I wrote another post about how disparate autoimmune diseases tend to be comorbid.
I've also heard thyroid problems occur frequently CFS. Right now I don't know enough to say anything definitive about this, but I did have time to find articles about CFS and thyroid problems:

"Chronic Fatigue & Thyroid."
https://yuniquemedical.com/uncategorized/chronic-fatigue-thyroid/

"Chronic fatigue syndrome possibly explained by lower levels of key thyroid hormones"
https://www.sciencedaily.com/releases/2018/03/180320084337.htm

"The Thyroid Question in Fibromyalgia and Chronic Fatigue Syndrome (ME/CFS)"
https://www.healthrising.org/blog/2...-fibromyalgia-chronic-fatigue-syndrome-mecfs/

"Chronic fatigue syndrome: Does the thyroid play a role?"
https://www.medicalnewstoday.com/articles/321287.php

"Chronic Fatigue Syndrome and Thyroid Function"
https://www.prohealth.com/library/chronic-fatigue-syndrome-and-thyroid-function-20332

The two main thyroid disorders are Hashimoto's and Graves Disease.
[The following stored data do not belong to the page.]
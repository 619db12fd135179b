"""fieldsill field: one line for each mistake."""

from __future__ import annotations

from pathlib import Path

import pytest

from tests.cli.calibrations import FILE, ask
from tests.cli.command import run


@pytest.mark.parametrize(
    ("arguments", "says"),
    [
        (
            ["--frequency", "7GHz", "--dbm", "-30"],
            "element[1].table: antenna a1 covers 1 GHz to 6 GHz, not 7 GHz",
        ),
        (["--frequency", "2GHz"], "no figure; give one of --counts"),
        (["--frequency", "2GHz", "--dbm", "-30", "--volts", "1"], "several figures; give one"),
        (["--frequency", "2GHz", "--dbfs", "-30"], "gives volts; give --counts, --dbm or --volts"),
        (["--frequency", "2GHz", "--dbm", "-30W"], "unit 'W' is not known; use dbm"),
        (["--frequency", "2GHz", "--dbm", "nan"], "'nan' is not a number"),
        (["--frequency", "2GHz", "--dbm", "1e999"], "beyond 300"),
        (["--frequency", "2GHz", "--volts", "-1e9"], "beyond 300"),
        (["--frequency", "2GHz", "--counts", "1.5"], "--counts"),
        (["--frequency", "2GHz", "--counts", "99999999999"], "--counts"),
        (["--frequency", "0", "--dbm", "-30"], "not a frequency"),
        (["--dbm", "-30"], "--frequency"),
    ],
)
def test_mistakes(
    capsys: pytest.CaptureFixture[str], tmp_path: Path, arguments: list[str], says: str
) -> None:
    found = ask(capsys, tmp_path, *arguments)
    assert found.code == 2
    assert says in found.one_line
    assert found.out == ""


def test_a_file_that_is_not_there(capsys: pytest.CaptureFixture[str], tmp_path: Path) -> None:
    arguments = ["field", "--calibration", tmp_path / "none.toml", "--frequency", "2GHz"]
    found = run(capsys, [*arguments, "--dbm", "-30"])
    assert found.code == 3
    assert "cannot be read" in found.one_line


def test_a_calibration_of_the_future(capsys: pytest.CaptureFixture[str], tmp_path: Path) -> None:
    path = tmp_path / "calibration.toml"
    text = FILE.format(due="2199-12-31", averages="none", af=30, loss=0, more="", terms="")
    path.write_text(text.replace("2020-01-15", "2124-01-15"), encoding="utf-8")
    arguments = ["field", "--calibration", path, "--frequency", "2GHz", "--dbm", "-30"]
    found = run(capsys, arguments)
    assert found.code == 2
    assert "lies in the future" in found.one_line


def test_a_calibration_without_a_budget(capsys: pytest.CaptureFixture[str], tmp_path: Path) -> None:
    path = tmp_path / "calibration.toml"
    text = FILE.format(due="2099-12-31", averages="none", af=30, loss=0, more="", terms="")
    path.write_text(text[: text.index("[[contribution]]")], encoding="utf-8")
    arguments = ["field", "--calibration", path, "--frequency", "2GHz", "--dbm", "-30"]
    found = run(capsys, arguments)
    assert found.code == 2
    assert "contribution: none given; a figure needs its uncertainty" in found.one_line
Hashimoto's is an autoimmune disease. I think it's likely thyroid problems are present in more autoimmune diseases.

I was made aware of the first study from reading this study on abnormal HLA-DR expression in interstitial cystitis:

Study: "Abnormal urothelial HLA-DR expression in interstitial cystitis."

"What causes inappropriate HLA-DR expression in intersti-
tial cystitis is not known. A search for mycobacteria in the urineT
and bladder tissues of patients with interstitial cystitis has been
negative on microscopy, culture [26] and using DNA probes
[27], although this does not absolutely exclude atypical fasti-
dious mycobacteria as a possible aetiology of interstitial cystitis.
Inappropriate class I and class II expression is also a feature of
Graves' disease [28] and evidence has been presented of a
possible involvement of retroviruses in this autoimmune thyroid
disease [29]."
https://www.ncbi.nlm.nih.gov/pmc/articles/PMC1554339/

The article says abnormal HLA-DR expression has been found in many autoimmune diseases. I recall hearing, but have as yet to corroborate that thyroid dysfunction is always present in interstitial cystitis. I know that elevated body temperature is always present in feline interstitial cystitis, and that the thyroid is the prime regulator of body temperature.